=== PROMPT ===
Lines below that include the word "step" should each be copied.

=== MATERIAL FOR THIS EXERCISE ===
#####

//! Layer temperature models, humidity and datums, checked against closed forms, an f64
//! numerical integration of the hydrostatic equation, published values and PsychroLib.
// Reference values keep their published digits.
#![allow(clippy::excessive_precision)]

use isohypse::datum::{self, AltimeterSetting, Calibration};
use isohypse::humidity::{self, MixingRatio};
use isohypse::hypsometric;
use isohypse::model::{
    AirSample, ColumnModel, InputUncertainty, Reference, TemperatureModel, TemperatureProfile,
};
use isohypse::{Error, Height, Pressure, RelativeHumidity, Temperature};

// U.S. Standard Atmosphere 1976, section 1.2: R* = 8314.32 J/(kmol K),
// M0 = 28.9644 kg/kmol, g0 = 9.80665 m/s^2, r0 = 6 356 766 m.
const R64: f64 = 8314.32 / 28.9644;
const G64: f64 = 9.80665;
const R0_64: f64 = 6_356_766.0;
// U.S. 1976 Table 4: (base geopotential m', base temperature K, lapse K/m'). The first
// row is not in Table 4 (which starts at 0 m'): it extends the sea-level layer down to
// -5 km at the same lapse rate, as the crate does (320.65 K = 288.15 K + 5 km x 6.5 K/km).
const US76_LAYERS: [(f64, f64, f64); 8] = [
    (-5000.0, 320.65, -0.0065),
    (0.0, 288.15, -0.0065),
    (11_000.0, 216.65, 0.0),
    (20_000.0, 216.65, 0.001),
    (32_000.0, 228.65, 0.0028),
    (47_000.0, 270.65, 0.0),
    (51_000.0, 270.65, -0.0028),
    (71_000.0, 214.65, -0.002),
];

/// Round-trip limit: 1 mm, the goal for the default `libm` backend; with the optional
/// `micromath` backend its published height accuracy applies (2 cm, as in
/// tests/common `height_limit`).
const ROUND_TRIP_M: f32 = if cfg!(all(feature = "micromath", not(feature = "libm"))) {
    0.02
} else {
    1e-3
};

fn pa(x: f32) -> Pressure {
    Pressure::from_pa(x).unwrap()
}
fn hpa(x: f32) -> Pressure {
    Pressure::from_hpa(x).unwrap()
}
fn m(x: f32) -> Height {
    Height::from_meters(x).unwrap()
}
fn k(x: f32) -> Temperature {
    Temperature::from_kelvin(x).unwrap()
}
fn geopotential64(z: f64) -> f64 {
    R0_64 * z / (R0_64 + z) // U.S. 1976 eq. 18
}
fn geometric64(h: f64) -> f64 {
    R0_64 * h / (R0_64 - h) // U.S. 1976 eq. 19
}
fn us76_temperature64(h: f64) -> f64 {
    let mut t = 0.0;
    for &(hb, tb, l) in US76_LAYERS.iter() {
        if h >= hb || hb == -5000.0 {
            t = tb + l * (h - hb);
        }
    }
    t
}

/// ln(p / p_ref) for a column temperature `t(H)` between geopotential heights `h0` and
/// `h1`, by composite Simpson integration of the hydrostatic equation
/// d ln p / dH = -g0 / (R Tv(H)) in f64 (U.S. 1976 eq. 33 before integration;
/// Wallace & Hobbs 2006 eq. 3.29). Independent of the closed forms under test.
fn log_ratio_numeric(t: &dyn Fn(f64) -> f64, factor: f64, h0: f64, h1: f64) -> f64 {
    let n = 20_000usize; // even
    let step = (h1 - h0) / n as f64;
    let f = |h: f64| -G64 / (R64 * factor * t(h));
    let mut sum = f(h0) + f(h1);
    for i in 1..n {
        let w = if i % 2 == 1 { 4.0 } else { 2.0 };
        sum += w * f(h0 + step * i as f64);
    }
    sum * step / 3.0
}

/// Checks a model against the numeric integral: for heights z above a reference,
/// pressure_at(z) must match the integral and height(p) must invert it.
fn check_against_numeric(
    model: &dyn ColumnModelDyn,
    reference: &Reference,
    air: &AirSample,
    t: &dyn Fn(f64) -> f64,
    heights: &[f32],
    tol_m: f64,
) {
    let factor = air.mixing_ratio.virtual_temperature_factor() as f64;
    let h_ref = geopotential64(reference.height.meters() as f64);
    for &z in heights {
        let h = geopotential64(z as f64);
        let s = log_ratio_numeric(t, factor, h_ref, h);
        let p_true = reference.pressure.pa() as f64 * s.exp();
        let p_model = model.pressure_at_dyn(reference, m(z), air) as f64;
        // Pressure error expressed as height: dz = (R Tv / g0) dp / p.
        let dz_from_p = R64 * factor * t(h) / G64 * (p_model - p_true) / p_true;
        assert!(
            dz_from_p.abs() < tol_m,
            "pressure_at({z}): {p_model} vs {p_true} ({dz_from_p} m)"
        );
        let z_model = model.height_dyn(reference, pa(p_true as f32), air) as f64;
        // f32 rounding of p_true itself contributes (R T / g0) * 2^-24.
        assert!(
            (z_model - z as f64).abs() < tol_m,
            "height({p_true}): {z_model} vs {z}"
        );
    }
}

/// Object-safe shim so one checker serves every model type.
trait ColumnModelDyn {
    fn pressure_at_dyn(&self, r: &Reference, z: Height, air: &AirSample) -> f32;
    fn height_dyn(&self, r: &Reference, p: Pressure, air: &AirSample) -> f32;
}
impl<M: ColumnModel> ColumnModelDyn for M {
    fn pressure_at_dyn(&self, r: &Reference, z: Height, air: &AirSample) -> f32 {
        self.pressure_at(r, z, air).unwrap().pa()
    }
    fn height_dyn(&self, r: &Reference, p: Pressure, air: &AirSample) -> f32 {
        self.height(r, p, air).unwrap().meters()
    }
}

#####

=== EXERCISE OUTPUT ===
    let step = (h1 - h0) / n as f64;
        sum += w * f(h0 + step * i as f64);
    sum * step / 3.0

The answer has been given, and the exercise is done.